March 2nd, 2019, 11:05 AM  #1 
Senior Member Joined: Dec 2015 From: somewhere Posts: 605 Thanks: 88  Inequality proof
$\displaystyle a^2 +b^2 +c^2 +d^2 =1 \; \; $ , where $\displaystyle a,b,c,d >0$ . Prove that $\displaystyle a+b+c+d 1 \geq 16abcd$ . 
March 4th, 2019, 02:10 PM  #2 
Member Joined: Feb 2019 From: United Kingdom Posts: 44 Thanks: 3 
I don't know if this helps but the sum of the squares of the sides of any parallelogram is equal to the sum of the squares of the diagonals. In your case, a^2 + b^2 + c^2 + d^2 is the sum of the squares of the sides of any parallelogram and the sum of the squares of the diagonals is equal to 1. The condition a,b,c, and d must satisfy makes "any" parallelogram not true but there is one that meets the criteria for a,b positive Let a=c and b=d, then a^2 + b^2 = 1/2 All my results are a bit meaningless and pointless really.
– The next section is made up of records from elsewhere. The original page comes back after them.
/**
 * Formula-safe CSV cells, shared by every CSV download (aircraft catalogue, fleet rows, results).
 *
 * A spreadsheet evaluates a cell that starts with `=`, `+`, `-` or `@` (and, in some programs, one
 * that starts with a tab or a carriage return) as a formula, so a name such as `=HYPERLINK(…)` in a
 * downloaded file could run when a reviewer opens it. Such a cell is written with one leading single
 * quote (`'=HYPERLINK(…)`), which spreadsheets show as text (OWASP, "CSV Injection"). A plain decimal
 * number (`-12.5`, `+3`, `1e-3`) is left as it is: it is not a formula, and numeric columns must stay
 * numbers. A cell that already starts with quotes followed by one of those characters gets one more
 * quote, so that the importer's rule (`restoreCsvCell`: strip exactly one leading quote when what
 * follows is quotes and then one of those characters) gives back the original text in every case.
 * Documented in docs/storage.md ("CSV files").
 */

/** A cell a spreadsheet could read as a formula: optional leading quotes, then = + - @ tab or CR. */
const FORMULA_START = /^'*[=+\-@\t\r]/;
/** The same, after the one quote the export adds. */
const NEUTRALISED = /^''*[=+\-@\t\r]/;
/** A plain decimal number: the importer's rule for numeric cells (server/io/csv.ts). */
export const PLAIN_NUMBER = /^[+-]?(\d+(\.\d*)?|\.\d+)([eE][+-]?\d+)?$/;

/** One cell as written to a CSV download: formula-like text gets a leading single quote. */
export function csvSafeCell(cell: string): string {
  return FORMULA_START.test(cell) && !PLAIN_NUMBER.test(cell) ? `'${cell}` : cell;
}

/** Every cell of every record through `csvSafeCell` (call it on the records given to `stringify`). */
export function csvSafeRecords(records: readonly (readonly string[])[]): string[][] {
  return records.map((r) => r.map(csvSafeCell));
}

/** The inverse, for imports: strips the one quote `csvSafeCell` adds, and nothing else. */
export function restoreCsvCell(cell: string): string {
  return NEUTRALISED.test(cell) ? cell.slice(1) : cell;
}
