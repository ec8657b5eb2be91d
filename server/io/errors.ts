/**
 * Import problems. Every import is all-or-nothing: when any problem is found, `ImportError` is thrown
 * before anything is written, listing each problem with its line, column and reason.
 */

export interface ImportProblem {
  /** 1-based line in the file, when the problem has a place. */
  readonly line?: number;
  /** 1-based character column on the line (JSON files). */
  readonly column?: number;
  /** The CSV column (header name), or the JSON path of the value (e.g. `aircraft[2].mtow_kg`). */
  readonly field?: string;
  readonly reason: string;
}

/** At most this many problems are collected before an import stops looking. */
export const MAX_PROBLEMS = 50;

export function formatProblem(p: ImportProblem): string {
  const where: string[] = [];
  if (p.line !== undefined) where.push(`line ${p.line}`);
  if (p.column !== undefined) where.push(`column ${p.column}`);
  if (p.field !== undefined) where.push(p.column === undefined ? `column ${JSON.stringify(p.field)}` : `at ${p.field}`);
  return where.length === 0 ? p.reason : `${where.join(', ')}: ${p.reason}`;
}

export class ImportError extends Error {
  override readonly name = 'ImportError';
  constructor(
    /** What was being imported, e.g. "aircraft CSV". */
    readonly what: string,
    readonly problems: readonly ImportProblem[],
  ) {
    const first = problems[0] ? formatProblem(problems[0]) : 'unknown problem';
    const more = problems.length > 1 ? ` (and ${problems.length - 1} more problem${problems.length > 2 ? 's' : ''})` : '';
    super(`${what} rejected, nothing was imported: ${first}${more}`);
  }
}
Nothing worth showing. 
March 4th, 2019, 02:39 PM  #3 
Senior Member Joined: Dec 2015 From: somewhere Posts: 605 Thanks: 88 
I almost proved it in a weak way : $\displaystyle 16abcd\leq 1 =a^2 +b^2 +c^2 +d^2 \leq a+b+c+d $ . But the inequality contains a 1 to the right side . 
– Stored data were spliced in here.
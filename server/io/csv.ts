/**
 * CSV export and import of the aircraft catalogue and of a scenario's fleet rows.
 *
 * Columns are the profile's own field names, which carry their SI unit as a suffix (`mtow_kg`,
 * `wingArea_m2`, `staticThrust_N`, `cruise.speed_mps`); a name without a suffix is a ratio, a count or
 * text. The column list is built from AIRCRAFT_FIELDS and CRUISE_FIELDS (core/aircraft.ts), so the CSV,
 * the forms and the validation share one table. Documented in docs/storage.md.
 *
 * Import is all-or-nothing: the bytes must be UTF-8; the header must hold only known columns, each
 * once, and every always-required column; every row is validated with the same zod schema as the JSON
 * file; ids must be unique in the file. Any problem rejects the file (ImportError, listing line, column
 * and reason) before anything is written; otherwise everything is written in one transaction.
 * `parseAircraftCsv` does the checking without a database (a worker thread runs it); the commit is
 * shared with the JSON import (server/aircraft/catalogue.ts).
 * A blank cell is "missing", never zero. The reference table (a 3-D grid) is not carried by the CSV.
 */
import { parse } from 'csv-parse/sync';
import { stringify } from 'csv-stringify/sync';
import type { z } from 'zod';
import { AIRCRAFT_FIELDS, CRUISE_FIELDS, type AircraftProfile, type FleetRowInput } from '../../core/index.js';
import { existingAircraftIds, listAircraft } from '../../db/repos/aircraft.js';
import { getScenario, setScenarioFleet } from '../../db/repos/studies.js';
import { NotFoundError } from '../../db/errors.js';
import { transaction } from '../../db/transaction.js';
import type { Db } from '../../db/types.js';
import { commitCatalogue, packValidated, type ParsedCatalogue } from '../aircraft/index.js';
import { aircraftSchema } from '../aircraft/index.js';
import { fleetRowSchema } from '../studies/index.js';
import { ImportError, MAX_PROBLEMS, type ImportProblem } from './errors.js';
import { PLAIN_NUMBER, csvSafeRecords, restoreCsvCell } from './csvSafe.js';
import { decodeUtf8 } from './text.js';

type CellKind = 'text' | 'number';

/** One documented CSV column. */
export interface CsvColumn {
  /** Header text; also the dotted path of the value in the profile. */
  readonly header: string;
  readonly kind: CellKind;
  /** SI unit ('' for ratios, counts and text). */
  readonly unit: string;
  /** The column must be present in the header (its value may still be blank when optional). */
  readonly requiredColumn: boolean;
  readonly doc: string;
}

const textCol = (header: string, requiredColumn: boolean, doc: string): CsvColumn => ({ header, kind: 'text', unit: '', requiredColumn, doc });

/** Aircraft catalogue columns, in export order. */
export const AIRCRAFT_CSV_COLUMNS: readonly CsvColumn[] = [
  textCol('id', true, 'Identifier, unique in the catalogue (letters, digits, dot, dash, underscore).'),
  textCol('name', true, 'Display name.'),
  textCol('group', false, 'Group of similar aircraft counted together (optional).'),
  textCol('certification', true, 'transport, commuter or normal.'),
  textCol('engineType', true, 'turbofan, turboprop or piston.'),
  textCol('gear', true, 'tricycle or tailwheel.'),
  textCol('thrustLapse', false, 'mattingly or bartel-young (turbofan, optional).'),
  ...AIRCRAFT_FIELDS.map((f): CsvColumn => ({ header: f.key, kind: 'number', unit: f.unit, requiredColumn: f.when === 'always', doc: `${f.label}. ${f.doc} Range ${f.min} to ${f.max}${f.unit ? ' ' + f.unit : ''}; ${whenText(f.when)}.` })),
  ...CRUISE_FIELDS.map((f): CsvColumn => ({ header: `cruise.${f.key}`, kind: 'number', unit: f.unit, requiredColumn: false, doc: `${f.label}. ${f.doc} Range ${f.min} to ${f.max}${f.unit ? ' ' + f.unit : ''}; ${f.when === 'always' ? 'required when any cruise value is given' : whenText(f.when)}.` })),
  { header: 'reference.takeoff_m', kind: 'number', unit: 'm', requiredColumn: false, doc: 'Reference takeoff field length at MTOW, sea level, ISA (optional). Range 100 to 5000 m.' },
  { header: 'reference.landing_m', kind: 'number', unit: 'm', requiredColumn: false, doc: 'Reference landing field length at MLW, sea level, ISA (optional). Range 100 to 5000 m.' },
];

function whenText(when: string): string {
  switch (when) {
    case 'always': return 'required';
    case 'turbofan': return 'required for turbofans';
    case 'propeller': return 'required for turboprops and pistons';
    case 'multiEngine': return 'required for multi-engine aircraft';
    case 'tailwheel': return 'required for tailwheel aircraft';
    default: return 'optional';
  }
}

/** Fleet-row columns, in export order. */
export const FLEET_CSV_COLUMNS: readonly CsvColumn[] = [
  textCol('aircraft', true, 'Aircraft id in the catalogue.'),
  { header: 'annualOperations', kind: 'number', unit: 'operations/year', requiredColumn: true, doc: 'Annual operations (takeoffs and landings each count one); whole number 0 to 1,000,000.' },
  { header: 'stageLength_km', kind: 'number', unit: 'km', requiredColumn: true, doc: 'Longest regular route (design stage length), 1 to 20,000 km.' },
  { header: 'payload_kg', kind: 'number', unit: 'kg', requiredColumn: true, doc: 'Payload on that route, 0 to 150,000 kg.' },
];

// ---------------------------------------------------------------------------------------------- export

function getPath(obj: unknown, header: string): unknown {
  let v: unknown = obj;
  for (const k of header.split('.')) v = v === undefined || v === null ? undefined : (v as Record<string, unknown>)[k];
  return v;
}

function toCsv(columns: readonly CsvColumn[], rows: readonly unknown[]): string {
  const records = rows.map((r) =>
    columns.map((c) => {
      const v = getPath(r, c.header);
      return v === undefined || v === null ? '' : String(v);
    }),
  );
  return stringify(csvSafeRecords([columns.map((c) => c.header), ...records]), { record_delimiter: '\n' });
}

/** Aircraft profiles as catalogue CSV text (header row, then one row per profile, in the given order). */
export function aircraftToCsv(profiles: readonly AircraftProfile[]): string {
  return toCsv(AIRCRAFT_CSV_COLUMNS, profiles);
}

/** The whole catalogue as CSV (header row, then one row per aircraft, ordered by name). */
export function exportAircraftCsv(db: Db): string {
  return aircraftToCsv(listAircraft(db));
}

/** The fleet rows of scenario `scenarioId` as CSV. NotFoundError when the scenario does not exist. */
export function exportFleetCsv(db: Db, scenarioId: number): string {
  const s = getScenario(db, scenarioId);
  if (!s) throw new NotFoundError('scenario', scenarioId);
  return toCsv(FLEET_CSV_COLUMNS, s.fleet);
}

// ---------------------------------------------------------------------------------------------- import

interface CsvRow {
  /** 1-based line where the record starts. */
  readonly line: number;
  readonly cells: readonly string[];
}

interface CsvParseError {
  code?: string;
  lines?: number;
  index?: number;
  message: string;
}

function syntaxReason(e: CsvParseError, headerLength: number | undefined): string {
  switch (e.code) {
    case 'CSV_QUOTE_NOT_CLOSED': return 'a quoted field is never closed (missing closing ")';
    case 'CSV_INVALID_CLOSING_QUOTE': return 'characters follow a closing quote; inside a quoted field write a quote as ""';
    case 'INVALID_OPENING_QUOTE': return 'a quote appears inside an unquoted field; quote the whole field and double the inner quotes';
    case 'CSV_RECORD_INCONSISTENT_FIELDS_LENGTH': {
      const got = /got (\d+)/.exec(e.message)?.[1];
      return `this row has ${got ?? 'a different number of'} fields; the header has ${headerLength ?? 'another number'}`;
    }
    default: return `not valid CSV: ${e.message}`;
  }
}

/** Splits CSV text into records with their starting lines; throws ImportError on bad quoting. */
function readCsv(text: string, what: string): { header: string[]; rows: CsvRow[] } {
  let records: { record: string[]; info: { bytes: number } }[];
  try {
    records = parse(text, { info: true, skip_empty_lines: true, relax_column_count: false }) as unknown as typeof records;
  } catch (e) {
    const err = e as CsvParseError;
    let header: string[] | undefined;
    try {
      header = (parse(text, { to_line: 1 }) as string[][])[0];
    } catch {
      header = undefined;
    }
    const col = err.index !== undefined && header ? header[err.index] : undefined;
    throw new ImportError(what, [{ ...(err.lines === undefined ? {} : { line: err.lines }), ...(col === undefined ? {} : { field: col }), reason: syntaxReason(err, header?.length) }]);
  }
  if (records.length === 0) throw new ImportError(what, [{ reason: 'the file is empty; expected a header row and at least one data row' }]);
  // Each record starts where the previous one ended (`info.bytes`, in UTF-8 bytes), after any blank
  // lines; its line is counted from the bytes (the parser's own line count drifts on CRLF inside quotes).
  const buf = Buffer.from(text, 'utf8');
  const newlines: number[] = [];
  for (let i = buf.indexOf(0x0a); i >= 0; i = buf.indexOf(0x0a, i + 1)) newlines.push(i);
  const lineAt = (offset: number): number => {
    let lo = 0;
    let hi = newlines.length;
    while (lo < hi) {
      const mid = (lo + hi) >> 1;
      if (newlines[mid]! < offset) lo = mid + 1;
      else hi = mid;
    }
    return lo + 1;
  };
  let start = 0;
  const rows = records.map(({ record, info }) => {
    while (start < buf.length && (buf[start] === 0x0a || buf[start] === 0x0d)) start++;
    const row = { line: lineAt(start), cells: record };
    start = info.bytes;
    return row;
  });
  const [head, ...data] = rows;
  return { header: head!.cells.map((h) => h.trim()), rows: data };
}

function checkHeader(header: readonly string[], columns: readonly CsvColumn[], what: string): void {
  const known = new Map(columns.map((c) => [c.header, c]));
  const lower = new Map(columns.map((c) => [c.header.toLowerCase(), c.header]));
  const problems: ImportProblem[] = [];
  const seen = new Set<string>();
  header.forEach((h, i) => {
    if (h === '') problems.push({ line: 1, field: `#${i + 1}`, reason: 'blank column name' });
    else if (seen.has(h)) problems.push({ line: 1, field: h, reason: 'the column appears twice' });
    else if (!known.has(h)) {
      const near = lower.get(h.toLowerCase());
      problems.push({ line: 1, field: h, reason: `unknown column${near ? `; did you mean "${near}"?` : ''} (the columns are listed in docs/storage.md)` });
    }
    seen.add(h);
  });
  for (const c of columns) if (c.requiredColumn && !seen.has(c.header)) problems.push({ line: 1, field: c.header, reason: 'required column is missing from the header' });
  if (problems.length > 0) throw new ImportError(what, problems.slice(0, MAX_PROBLEMS));
}

const NUMBER_RE = PLAIN_NUMBER;

/** Builds the nested object of one row: blank cells are left out; numbers parsed strictly. */
function rowObject(header: readonly string[], columns: ReadonlyMap<string, CsvColumn>, cells: readonly string[]): Record<string, unknown> {
  const out: Record<string, unknown> = {};
  header.forEach((h, i) => {
    const raw = restoreCsvCell((cells[i] ?? '').trim());
    if (raw === '') return;
    const col = columns.get(h)!;
    const value = col.kind === 'number' ? (NUMBER_RE.test(raw) ? Number(raw) : raw) : raw;
    const keys = h.split('.');
    let target = out;
    for (const k of keys.slice(0, -1)) target = (target[k] ??= {}) as Record<string, unknown>;
    target[keys[keys.length - 1]!] = value;
  });
  return out;
}

/** One problem per field (the first issue; later rules on the same field repeat it). */
function issuesToProblems(line: number, error: z.ZodError): ImportProblem[] {
  const seen = new Set<string>();
  const out: ImportProblem[] = [];
  for (const iss of error.issues) {
    const path = iss.path.map(String).join('.');
    if (seen.has(path)) continue;
    seen.add(path);
    out.push({ line, ...(path === '' ? {} : { field: path }), reason: iss.message });
  }
  return out;
}

function parseRows<T>(
  text: string,
  what: string,
  columns: readonly CsvColumn[],
  schema: z.ZodType<T>,
): { rows: { line: number; value: T }[] } {
  const { header, rows } = readCsv(text, what);
  checkHeader(header, columns, what);
  if (rows.length === 0) throw new ImportError(what, [{ line: 2, reason: 'the file has a header but no data rows' }]);
  const byHeader = new Map(columns.map((c) => [c.header, c]));
  const problems: ImportProblem[] = [];
  const out: { line: number; value: T }[] = [];
  for (const row of rows) {
    if (problems.length >= MAX_PROBLEMS) break;
    const r = schema.safeParse(rowObject(header, byHeader, row.cells), { reportInput: true });
    if (r.success) out.push({ line: row.line, value: r.data });
    else problems.push(...issuesToProblems(row.line, r.error));
  }
  if (problems.length > 0) throw new ImportError(what, problems.slice(0, MAX_PROBLEMS));
  return { rows: out };
}

export interface AircraftCsvImportOptions {
  /**
   * What to do with an id already in the catalogue: 'reject' (default) refuses the file; 'replace'
   * overwrites that aircraft (its reference table, which the CSV does not carry, is kept).
   */
  readonly onExisting?: 'reject' | 'replace';
}

export interface AircraftCsvImportResult {
  readonly created: readonly string[];
  readonly replaced: readonly string[];
}

/** Parses and checks an aircraft catalogue CSV (no database). Throws ImportError listing every problem found. */
export function parseAircraftCsv(input: string | Uint8Array): ParsedCatalogue {
  const what = 'aircraft CSV';
  const text = decodeUtf8(input, what);
  const { rows } = parseRows(text, what, AIRCRAFT_CSV_COLUMNS, aircraftSchema);

  const problems: ImportProblem[] = [];
  const firstLine = new Map<string, number>();
  for (const { line, value } of rows) {
    if (problems.length >= MAX_PROBLEMS) break;
    const prev = firstLine.get(value.id);
    if (prev !== undefined) problems.push({ line, field: 'id', reason: `duplicate id "${value.id}" (also on line ${prev})` });
    else firstLine.set(value.id, line);
  }
  if (problems.length > 0) throw new ImportError(what, problems);
  return { what, rows: packValidated(rows.map((r) => r.value)), lines: Int32Array.from(rows, (r) => r.line) };
}

/** Imports an aircraft catalogue CSV (all or nothing). Throws ImportError listing every problem found. */
export function importAircraftCsv(db: Db, input: string | Uint8Array, options: AircraftCsvImportOptions = {}): AircraftCsvImportResult {
  return commitCatalogue(db, parseAircraftCsv(input), { replace: options.onExisting === 'replace' });
}

/**
 * Replaces the fleet rows of scenario `scenarioId` with the rows of a fleet CSV (all or nothing).
 * Every aircraft must be in the catalogue. NotFoundError when the scenario does not exist.
 */
export function importFleetCsv(db: Db, scenarioId: number, input: string | Uint8Array): { readonly rows: number } {
  const what = 'fleet CSV';
  const text = decodeUtf8(input, what);
  const { rows } = parseRows(text, what, FLEET_CSV_COLUMNS, fleetRowSchema as unknown as z.ZodType<FleetRowInput>);
  return transaction(db, (tx) => {
    if (!getScenario(tx, scenarioId)) throw new NotFoundError('scenario', scenarioId);
    const known = existingAircraftIds(tx, rows.map((r) => r.value.aircraft));
    const unknown = rows.filter((r) => !known.has(r.value.aircraft));
    if (unknown.length > 0) {
      throw new ImportError(
        what,
        unknown.slice(0, MAX_PROBLEMS).map((r) => ({ line: r.line, field: 'aircraft', reason: `aircraft "${r.value.aircraft}" is not in the catalogue; add it first` })),
      );
    }
    setScenarioFleet(tx, scenarioId, rows.map((r) => r.value));
    return { rows: rows.length };
  });
}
March 4th, 2019, 03:02 PM  #4 
Member Joined: Oct 2018 From: USA Posts: 88 Thanks: 61 Math Focus: Algebraic Geometry 
I've been working at this for a while now and that (1) has messed me up every time. I do know that $a+b+c+d \in (1,2]$ and $16abcd \in (0,1]$, but I can't seem to link them together to account for the (1). Since the constraint is a sphere maybe there would be a way to do some weird trigonometry on it?
Last edited by skipjack; March 4th, 2019 at 04:06 PM. 
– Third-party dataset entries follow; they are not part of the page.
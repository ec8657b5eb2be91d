/**
 * What-if: above the climb-limited mass the takeoff is sized at that mass, as the study sizes its rows
 * (core/takeoff/climbCap.ts); the panel says so with the offload, and a mass no lighter mass can rescue
 * is a reason, never a length.
 */
import { describe, expect, it } from 'vitest';
import type { AircraftProfile } from '../../core/index.js';
import { whatIf } from '../../core/index.js';
import { say } from '../../templates/format.js';
import demo from '../../examples/demo-study.json' with { type: 'json' };

const tern = demo.aircraft.find((a) => a.id === 'tern-rj90') as unknown as AircraftProfile;
const base = { aircraft: tern, elevation_m: 1600, temperature_c: 38, slope: 0, headwind_mps: 0, surface: 'dry' as const };

describe('whatIf climb limit (14 CFR 25.121(b) engine-out minimum, 2.4 % for twins, from memory)', () => {
  it('at MTOW on a hot, high day sizes the takeoff at the climb-limited mass and says so with the offload', () => {
    const r = whatIf({ ...base, mass_kg: tern.mtow_kg });
    expect(r.takeoff.ok).toBe(true);
    const m = r.takeoff.climbLimitedMass_kg!;
    expect(m).toBeLessThan(tern.mtow_kg);
    // The study's own sentence (climbCapNotices.capped), in the page's units.
    const note = r.takeoff.note!.map((n) => say(n, 'si')).join(' ');
    expect(note).toMatch(new RegExp(`^Climb-limited at ${tern.mtow_kg.toLocaleString('en-US')} kg: the gradient of the .* is [\\d.]+ %, below the 2\\.4 % minimum\\. The greatest mass meeting every climb minimum is ${Math.round(m).toLocaleString('en-US')} kg \\(${Math.round(tern.mtow_kg - m).toLocaleString('en-US')} kg to offload\\)`));
    expect(r.takeoff.note!.map((n) => n.code)[0]).toBe('climb.capped');
    // The number is the takeoff at that mass (or the cooler-day peak the note names), never the heavier one.
    const atCap = whatIf({ ...base, mass_kg: m });
    expect(atCap.takeoff.climbLimitedMass_kg).toBeUndefined();
    if (!r.takeoff.note!.some((n) => n.code === 'climb.peakBelowTemperature')) expect(r.takeoff.required_m).toBe(atCap.takeoff.required_m);
    else expect(r.takeoff.required_m!).toBeGreaterThan(atCap.takeoff.required_m!);
  });
  it('a what-if at the study design conditions gives the study row (same climb-cap rule, demo site)', async () => {
    const { runStudy } = await import('../../core/index.js');
    const study = runStudy(JSON.parse(JSON.stringify(demo)));
    const row = study.scenarios.flatMap((s) => s.rows).find((x) => x.aircraft === 'pipit-lt2' && x.status === 'ok' && x.climbOffload_kg !== undefined)!;
    expect(row).toBeDefined();
    const site = demo.site as { elevation_m: number; designTemperature_c?: number };
    const r = whatIf({
      aircraft: demo.aircraft.find((a) => a.id === 'pipit-lt2') as unknown as AircraftProfile,
      elevation_m: study.site.elevation_m, temperature_c: study.site.designTemperature_c, slope: study.site.designSlope,
      headwind_mps: 0, surface: 'dry', mass_kg: row.takeoffMass_kg + row.climbOffload_kg!,
    });
    expect(site.elevation_m).toBe(study.site.elevation_m);
    expect(r.takeoff.climbLimitedMass_kg).toBe(row.takeoffMass_kg);
    // The demo twin's requirement peaks at a cooler temperature: both size on that peak.
    expect(row.takeoff!.peakTemperature_c).toBeDefined();
    expect(r.takeoff.note!.map((n) => n.code)).toContain('climb.peakBelowTemperature');
    expect(r.takeoff.required_m).toBeCloseTo(row.takeoff!.required_m, 6);
  });
  it('gives a length below that mass', () => {
    const r = whatIf({ ...base, mass_kg: 33000 });
    expect(r.takeoff.ok).toBe(true);
    expect(r.required_m).toBeGreaterThan(1000);
    expect(r.required_m).toBeLessThan(5000);
  });
});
March 4th, 2019, 03:04 PM  #5 
Member Joined: Feb 2019 From: United Kingdom Posts: 44 Thanks: 3  
March 4th, 2019, 03:25 PM  #6 
Senior Member Joined: Dec 2015 From: somewhere Posts: 605 Thanks: 88 
Yes the constraint is a sphere and trigonometry may be useful . Another way is to use Lagrangemultipliers .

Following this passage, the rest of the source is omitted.